(Stored items from a collection)
[Start of Attachment]

ALTER TABLE `listing` MODIFY COLUMN `quantity_unit` enum('stems','plants','rhizome-pieces','bulbs','portions','cups','pots','mat-cm2','individuals','pieces') NOT NULL;--> statement-breakpoint
ALTER TABLE `entry_comment` ADD `parent_id` bigint unsigned;--> statement-breakpoint
ALTER TABLE `entry_comment` ADD `edited_at` datetime(3);--> statement-breakpoint
ALTER TABLE `tank` ADD `par_at_substrate` int;--> statement-breakpoint
ALTER TABLE `tank` ADD `par_depth_cm` decimal(5,1);--> statement-breakpoint
ALTER TABLE `water_test` ADD `edited_at` datetime(3);--> statement-breakpoint
ALTER TABLE `entry_comment` ADD CONSTRAINT `entry_comment_parent_id_entry_comment_id_fk` FOREIGN KEY (`parent_id`) REFERENCES `entry_comment`(`id`) ON DELETE cascade ON UPDATE no action;--> statement-breakpoint
CREATE INDEX `entry_comment_parent_idx` ON `entry_comment` (`parent_id`);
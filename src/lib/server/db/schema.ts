// Every domain's tables, for Drizzle's relational queries and for the migration generator
// (drizzle.config.ts points here). A new domain adds one line.
export * from './meta';
export * from '../club/schema';
export * from '../audit/schema';
export * from '../mail/schema';
export * from '../media/schema';
export * from '../species/schema';
export * from '../journals/schema';
export * from '../swaps/schema';
export * from '../contests/schema';
export * from '../away/schema';
export * from '../news/schema';
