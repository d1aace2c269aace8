import { index, int, json, mysqlTable, varchar } from 'drizzle-orm/mysql-core';
import { at, createdAt, id, ref } from '../db/columns';
import { users } from '../club/schema';
import type { RenditionSize } from '../../media/urls';

export interface StoredRendition {
	width: number;
	height: number;
	bytes: number;
}

/**
 * One uploaded photo. Its renditions live in the bucket under `storageKey` + "/<size>.webp"
 * (keys never change, so a URL can be cached for a long time). A fresh upload has no scope: it is
 * pending, visible to its owner only, until the owning feature attaches it inside its own
 * transaction; pending uploads older than a day are swept away with their objects.
 */
export const media = mysqlTable(
	'media',
	{
		id: id(),
		ownerId: varchar({ length: 255 })
			.notNull()
			.references(() => users.id),
		/** What the photo belongs to ('tank', and the scopes other features register); null while pending. */
		scope: varchar({ length: 32 }),
		scopeId: ref(),
		storageKey: varchar({ length: 190 }).notNull().unique(),
		/** Bytes of the file as uploaded, and of every stored rendition together. */
		uploadBytes: int().notNull(),
		byteSize: int().notNull(),
		/** The upright picture's size, after the camera's orientation tag was applied. */
		width: int().notNull(),
		height: int().notNull(),
		renditions: json().$type<Record<RenditionSize, StoredRendition>>().notNull(),
		altText: varchar({ length: 300 }).notNull().default(''),
		caption: varchar({ length: 500 }).notNull().default(''),
		position: int().notNull().default(0),
		createdAt: createdAt(),
		attachedAt: at()
	},
	(t) => [
		index('media_scope_idx').on(t.scope, t.scopeId, t.position),
		index('media_owner_idx').on(t.ownerId, t.scope),
		index('media_pending_idx').on(t.scope, t.createdAt)
	]
);

export type MediaRow = typeof media.$inferSelect;
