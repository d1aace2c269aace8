// The tank profile form: what the member typed (a draft of strings, in their own units) and the
// validated, metric TankInput the domain takes. Conversions go through ./calc so every form and
// page agrees on units and rounding.
import { composed, nameProblem } from '../text';
import {
	compareLighting,
	dayNumber,
	formatGlass,
	formatTemperature,
	fromMetric,
	PAR_RANGE,
	parseLength,
	parseTemperature,
	parseVolume,
	roundTo,
	SUBSTRATE_KINDS,
	unitSymbol,
	type UnitSystem
} from './calc';
import { PLACEMENTS, type Placement } from '../species/kinds';
import { CO2_METHODS, FLOW_UNITS, TANK_VISIBILITIES, type Co2Method, type FlowUnit, type TankVisibility } from './tank-vocabulary';
import type { StoredTankProfile, TankInput } from './tank-input';

export const SUBSTRATE_CHOICES = [...SUBSTRATE_KINDS, 'other'] as const;

export interface LightDraft {
	id: string;
	label: string;
	watts: string;
	hours: string;
}
export interface FilterDraft {
	id: string;
	label: string;
	flow: string;
	unit: string;
	media: string;
}
export interface FertiliserDraft {
	id: string;
	item: string;
	amount: string;
	frequency: string;
}
export interface PlantDraft {
	id: string;
	speciesId: string;
	name: string;
	placement: string;
	added: string;
	removed: string;
}
export interface LivestockDraft {
	id: string;
	speciesId: string;
	name: string;
	count: string;
	added: string;
	removed: string;
}

export interface TankDraft {
	name: string;
	style: string;
	setUpOn: string;
	length: string;
	width: string;
	height: string;
	glass: string;
	substrateKind: string;
	substrateNote: string;
	substrateDepth: string;
	hardscape: string;
	hardscapeVolume: string;
	heaterWatts: string;
	heaterSet: string;
	par: string;
	parDepth: string;
	heaterNote: string;
	co2Method: string;
	co2Bps: string;
	waterVolume: string;
	description: string;
	visibility: string;
	lights: LightDraft[];
	filters: FilterDraft[];
	fertilisers: FertiliserDraft[];
	plants: PlantDraft[];
	livestock: LivestockDraft[];
}

export const LIST_FIELDS = {
	lights: ['id', 'label', 'watts', 'hours'],
	filters: ['id', 'label', 'flow', 'unit', 'media'],
	fertilisers: ['id', 'item', 'amount', 'frequency'],
	plants: ['id', 'speciesId', 'name', 'placement', 'added', 'removed'],
	livestock: ['id', 'speciesId', 'name', 'count', 'added', 'removed']
} as const;
export type ListName = keyof typeof LIST_FIELDS;

/** Most rows of each list a profile keeps. */
export const LIST_MAX: Record<ListName, number> = { lights: 8, filters: 6, fertilisers: 20, plants: 80, livestock: 40 };

export const listFieldName = (list: ListName, index: number, field: string) => `${list}[${index}][${field}]`;

export function emptyRow<L extends ListName>(list: L, units: UnitSystem): TankDraft[L][number] {
	const row = Object.fromEntries(LIST_FIELDS[list].map((f) => [f, ''])) as Record<string, string>;
	if (list === 'filters') row.unit = units === 'us' ? 'usgph' : 'lph';
	if (list === 'livestock') row.count = '1';
	return row as unknown as TankDraft[L][number];
}

export function emptyDraft(units: UnitSystem): TankDraft {
	return {
		name: '',
		style: '',
		setUpOn: '',
		length: '',
		width: '',
		height: '',
		glass: '',
		substrateKind: '',
		substrateNote: '',
		substrateDepth: '',
		hardscape: '',
		hardscapeVolume: '',
		heaterWatts: '',
		heaterSet: '',
		par: '',
		parDepth: '',
		heaterNote: '',
		co2Method: 'none',
		co2Bps: '',
		waterVolume: '',
		description: '',
		visibility: 'club',
		lights: [emptyRow('lights', units)],
		filters: [emptyRow('filters', units)],
		fertilisers: [],
		plants: [],
		livestock: []
	};
}

const text = (form: FormData, key: string) => String(form.get(key) ?? '');
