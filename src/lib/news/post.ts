// Club news as admins write it and members read it: the form, who a post goes to, and how a
// member's home point is matched to "members in an area" (the swap board's shown distance from a
// club area's centre, so a post reaches exactly the members the board would show within that radius).
import { z } from 'zod';
import { haversineDistance } from '../swaps/distance';
import { shownFigure } from '../swaps/display';
import { RADIUS_CHOICES } from '../swaps/board-filter';
import type { LatLng } from '../club/location';
import type { DistanceUnit } from '../journals/calc/units';

export const NEWS_TITLE_MAX = 140;
export const NEWS_BODY_MAX = 20_000;
export const NEWS_PAGE_SIZE = 10;

export const VISIBILITIES = ['public', 'members'] as const;
export type NewsVisibility = (typeof VISIBILITIES)[number];
export const VISIBILITY_LABELS: Record<NewsVisibility, string> = {
	public: 'Everyone (on the news page and in the feed)',
	members: 'Members only'
};

export const AUDIENCE_KINDS = ['all', 'judges', 'entrants', 'area'] as const;
export type AudienceKind = (typeof AUDIENCE_KINDS)[number];
export const AUDIENCE_LABELS: Record<AudienceKind, string> = {
	all: 'All members',
	judges: 'Judges',
	entrants: 'Entrants of a contest',
	area: 'Members in an area'
};

export type Audience =
	{ kind: 'all' } | { kind: 'judges' } | { kind: 'entrants'; contestId: number } | { kind: 'area'; areaId: number; radius: number; unit: DistanceUnit };

const blankToUndefined = (v: unknown) => (v === '' || v === null ? undefined : v);

/** The post form; the audience's own fields are checked against its kind. */
export const postForm = z
	.object({
		title: z.string().trim().min(3, 'Give the post a title of at least 3 characters.').max(NEWS_TITLE_MAX, `Keep the title to ${NEWS_TITLE_MAX} characters.`),
		body: z
			.string()
			.trim()
			.min(1, 'Write something.')
			.max(NEWS_BODY_MAX, `Keep the post under ${NEWS_BODY_MAX.toLocaleString('en-GB')} characters.`),
		visibility: z.enum(VISIBILITIES, { message: 'Choose who may read it on the site.' }),
		audienceKind: z.enum(AUDIENCE_KINDS, { message: 'Choose who gets it by mail.' }),
		contestId: z.preprocess(blankToUndefined, z.coerce.number().int().positive().optional()),
		areaId: z.preprocess(blankToUndefined, z.coerce.number().int().positive().optional()),
		radius: z.preprocess(blankToUndefined, z.coerce.number().optional())
	})
	.superRefine((v, ctx) => {
		if (v.audienceKind === 'entrants' && !v.contestId) ctx.addIssue({ code: 'custom', path: ['contestId'], message: 'Choose a contest.' });
		if (v.audienceKind === 'area') {
			if (!v.areaId) ctx.addIssue({ code: 'custom', path: ['areaId'], message: 'Choose a club area.' });
			if (!RADIUS_CHOICES.some((r) => r === v.radius)) ctx.addIssue({ code: 'custom', path: ['radius'], message: 'Choose a distance.' });
		}
	});
export type PostInput = z.output<typeof postForm>;

/** The audience a valid form names, in the admin's distance unit. */
export function audienceOf(input: PostInput, unit: DistanceUnit): Audience {
	switch (input.audienceKind) {
		case 'entrants':
			return { kind: 'entrants', contestId: input.contestId! };
		case 'area':
			return { kind: 'area', areaId: input.areaId!, radius: input.radius!, unit };
		default:
			return { kind: input.audienceKind };
	}
}

/** Whether a member's home point is within the radius of a centre, as the swap board shows distance. */
export function withinRadius(home: LatLng, centre: LatLng, radius: number, unit: DistanceUnit): boolean {
	return shownFigure(haversineDistance(home, centre), unit) <= radius;
}

/** A short phrase for the admin's pages: "Members within 10 km of Harbour Reach". */
export function describeAudience(audience: Audience, names: { contest?: string; area?: string } = {}): string {
	switch (audience.kind) {
		case 'all':
			return 'All members';
		case 'judges':
			return 'Judges';
		case 'entrants':
			return `Entrants of ${names.contest ? `“${names.contest}”` : 'a contest'}`;
		case 'area':
			return `Members within ${audience.radius} ${audience.unit} of ${names.area ?? 'a club area'}`;
	}
}
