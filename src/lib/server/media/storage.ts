import { DeleteObjectCommand, GetObjectCommand, HeadBucketCommand, NoSuchKey, PutObjectCommand, S3Client, S3ServiceException } from '@aws-sdk/client-s3';
import { config } from '../config';

/** The bucket as the media pipeline sees it; tests pass a wrapper to simulate failures. */
export interface ObjectStore {
	put(key: string, body: Uint8Array, contentType: string): Promise<void>;
	/** The object's bytes as a web stream, or null when there is no such object. */
	get(key: string): Promise<{ body: ReadableStream<Uint8Array>; length: number | undefined; contentType: string | undefined } | null>;
	/** Deletes each key; a key that is already gone is not an error. */
	remove(keys: string[]): Promise<void>;
}

let client: S3Client | undefined;

/** One S3 client per process, configured from S3_* (locally the storage fake). */
export function s3(): S3Client {
	if (!client) {
		const c = config();
		client = new S3Client({
			endpoint: c.S3_ENDPOINT,
			region: c.S3_REGION,
			forcePathStyle: c.S3_FORCE_PATH_STYLE,
			credentials: { accessKeyId: c.S3_ACCESS_KEY_ID, secretAccessKey: c.S3_SECRET_ACCESS_KEY },
			// Checksums only where the API demands them: S3-compatible stores (and the local fake)
			// do not all understand the newer default checksum headers.
			requestChecksumCalculation: 'WHEN_REQUIRED',
			responseChecksumValidation: 'WHEN_REQUIRED'
		});
	}
	return client;
}

const missing = (error: unknown) =>
	error instanceof NoSuchKey || (error instanceof S3ServiceException && (error.name === 'NoSuchKey' || error.$metadata.httpStatusCode === 404));

export function bucketStore(bucket = config().S3_BUCKET, s3Client: S3Client = s3()): ObjectStore {
	return {
		async put(key, body, contentType) {
			await s3Client.send(
				new PutObjectCommand({
					Bucket: bucket,
					Key: key,
					Body: body,
					ContentType: contentType,
					ContentLength: body.byteLength,
					CacheControl: 'private, max-age=31536000, immutable'
				})
			);
		},
		async get(key) {
			try {
				const out = await s3Client.send(new GetObjectCommand({ Bucket: bucket, Key: key }));
				if (!out.Body) return null;
				return { body: out.Body.transformToWebStream(), length: out.ContentLength, contentType: out.ContentType };
			} catch (error) {
				if (missing(error)) return null;
				throw error;
			}
		},
		async remove(keys) {
			// One request per key: multi-object delete needs a Content-MD5 that not every store accepts.
			const results = await Promise.allSettled(keys.map((key) => s3Client.send(new DeleteObjectCommand({ Bucket: bucket, Key: key }))));
			const failed = results.find((r): r is PromiseRejectedResult => r.status === 'rejected' && !missing(r.reason));
			if (failed) throw failed.reason;
		}
	};
}

let defaultStore: ObjectStore | undefined;
export const store = () => (defaultStore ??= bucketStore());

/** Resolves when the bucket answers (HeadBucket: it exists and the keys may use it); for /readyz. */
export async function checkBucket(signal: AbortSignal, bucket = config().S3_BUCKET, s3Client: S3Client = s3()): Promise<void> {
	await s3Client.send(new HeadBucketCommand({ Bucket: bucket }), { abortSignal: signal });
}
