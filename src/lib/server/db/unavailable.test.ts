import { describe, expect, test } from 'vitest';
import mysql from 'mysql2/promise';
import net from 'node:net';
import { isDatabaseUnavailable } from './unavailable';

/** A port on loopback that nothing listens on (the OS hands one out, and it is closed again). */
const closedPort = () =>
	new Promise<number>((resolve) => {
		const server = net.createServer().listen(0, '127.0.0.1', () => {
			const { port } = server.address() as net.AddressInfo;
			server.close(() => resolve(port));
		});
	});

describe('isDatabaseUnavailable', () => {
	test("mysql2's own error for a server that is not there", async () => {
		const port = await closedPort();
		const error = await mysql.createConnection({ host: '127.0.0.1', port, user: 'nobody', connectTimeout: 2000 }).catch((e: unknown) => e);
		expect(isDatabaseUnavailable(error)).toBe(true);
		// Drizzle wraps it as the cause of its own query error.
		expect(isDatabaseUnavailable(new Error('Failed query: select 1', { cause: error }))).toBe(true);
	});

	test('a lost connection, a server shutting down and too many connections', () => {
		// mysql2's error for a query (or the ROLLBACK after a failed one) on a connection that died: fatal, no code.
		const closed = Object.assign(new Error("Can't add new command when connection is in closed state"), { fatal: true });
		expect(isDatabaseUnavailable(new Error('Failed query: rollback', { cause: closed }))).toBe(true);
		for (const code of ['PROTOCOL_CONNECTION_LOST', 'ER_SERVER_SHUTDOWN', 'ER_CON_COUNT_ERROR', 'ECONNRESET']) {
			expect(isDatabaseUnavailable(Object.assign(new Error(code), { code })), code).toBe(true);
		}
	});

	test('faults of a query or of the data are not an outage', () => {
		for (const error of [
			Object.assign(new Error('dup'), { code: 'ER_DUP_ENTRY', errno: 1062 }),
			Object.assign(new Error('syntax'), { code: 'ER_PARSE_ERROR' }),
			Object.assign(new Error('denied'), { code: 'ER_ACCESS_DENIED_ERROR', fatal: true }),
			new Error('Failed query', { cause: Object.assign(new Error('deadlock'), { code: 'ER_LOCK_DEADLOCK' }) }),
			new TypeError('x is undefined'),
			null,
			'ECONNREFUSED'
		]) {
			expect(isDatabaseUnavailable(error)).toBe(false);
		}
	});
});
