/** Discards one of the owner's own pending uploads at once (the uploader's remove button). */
export async function discardPending(ownerId: string, id: number, deps: { db?: Database; store?: ObjectStore } = {}): Promise<boolean> {
	const database = deps.db ?? appDb;
	const keys = await database.transaction(async (tx) => {
		const [row] = await tx
			.select()
			.from(media)
			.where(and(eq(media.id, id), eq(media.ownerId, ownerId), isNull(media.scope)))
			.for('update');
		if (!row) return null;
		await tx.delete(media).where(eq(media.id, id));
		return objectKeys(row.storageKey);
	});
	if (!keys) return false;
	await purge(keys, deps);
	return true;
}

/**
 * Deletes pending uploads older than the time-to-live, objects first, so a row is only gone once
 * its objects are; a failure leaves the row for the next round.
 */
export async function sweepPending(options: { now?: Date; batch?: number } & Deps = {}): Promise<number> {
	const database = options.db ?? appDb;
	const bucket = options.store ?? defaultStore();
	const cutoff = new Date((options.now ?? new Date()).getTime() - PENDING_TTL_MS);
	const rows = await database
		.select({ id: media.id, storageKey: media.storageKey })
		.from(media)
		.where(and(isNull(media.scope), lt(media.createdAt, cutoff)))
		.limit(options.batch ?? 200);
	let removed = 0;
	for (const row of rows) {
		try {
			await bucket.remove(objectKeys(row.storageKey));
			await database.delete(media).where(and(eq(media.id, row.id), isNull(media.scope)));
			removed++;
		} catch (error) {
			log.error({ mediaId: row.id, reason: reason(error) }, 'sweeping a pending upload failed');
		}
	}
	return removed;
}

/** One rendition of one photo, ready to serve: an entity tag for it and a way to read its bytes. */
export interface RenditionHandle {
	etag: string;
	open(): ReturnType<ObjectStore['get']>;
}

/** A rendition of a photo known by its row, served at /media/<id>/<size>. */
export function renditionOfRow(row: Pick<MediaRow, 'id' | 'storageKey'>, size: RenditionSize, deps: Deps = {}): RenditionHandle {
	return { etag: `"${row.id}-${size}"`, open: () => (deps.store ?? defaultStore()).get(objectKey(row.storageKey, size)) };
}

[End of Attachment]

Aim of the task:
Each line of the entries above that contains "NoSuchKey" must be copied into the answer.

Task answer:
import { DeleteObjectCommand, GetObjectCommand, HeadBucketCommand, NoSuchKey, PutObjectCommand, S3Client, S3ServiceException } from '@aws-sdk/client-s3';
	error instanceof NoSuchKey || (error instanceof S3ServiceException && (error.name === 'NoSuchKey' || error.$metadata.httpStatusCode === 404));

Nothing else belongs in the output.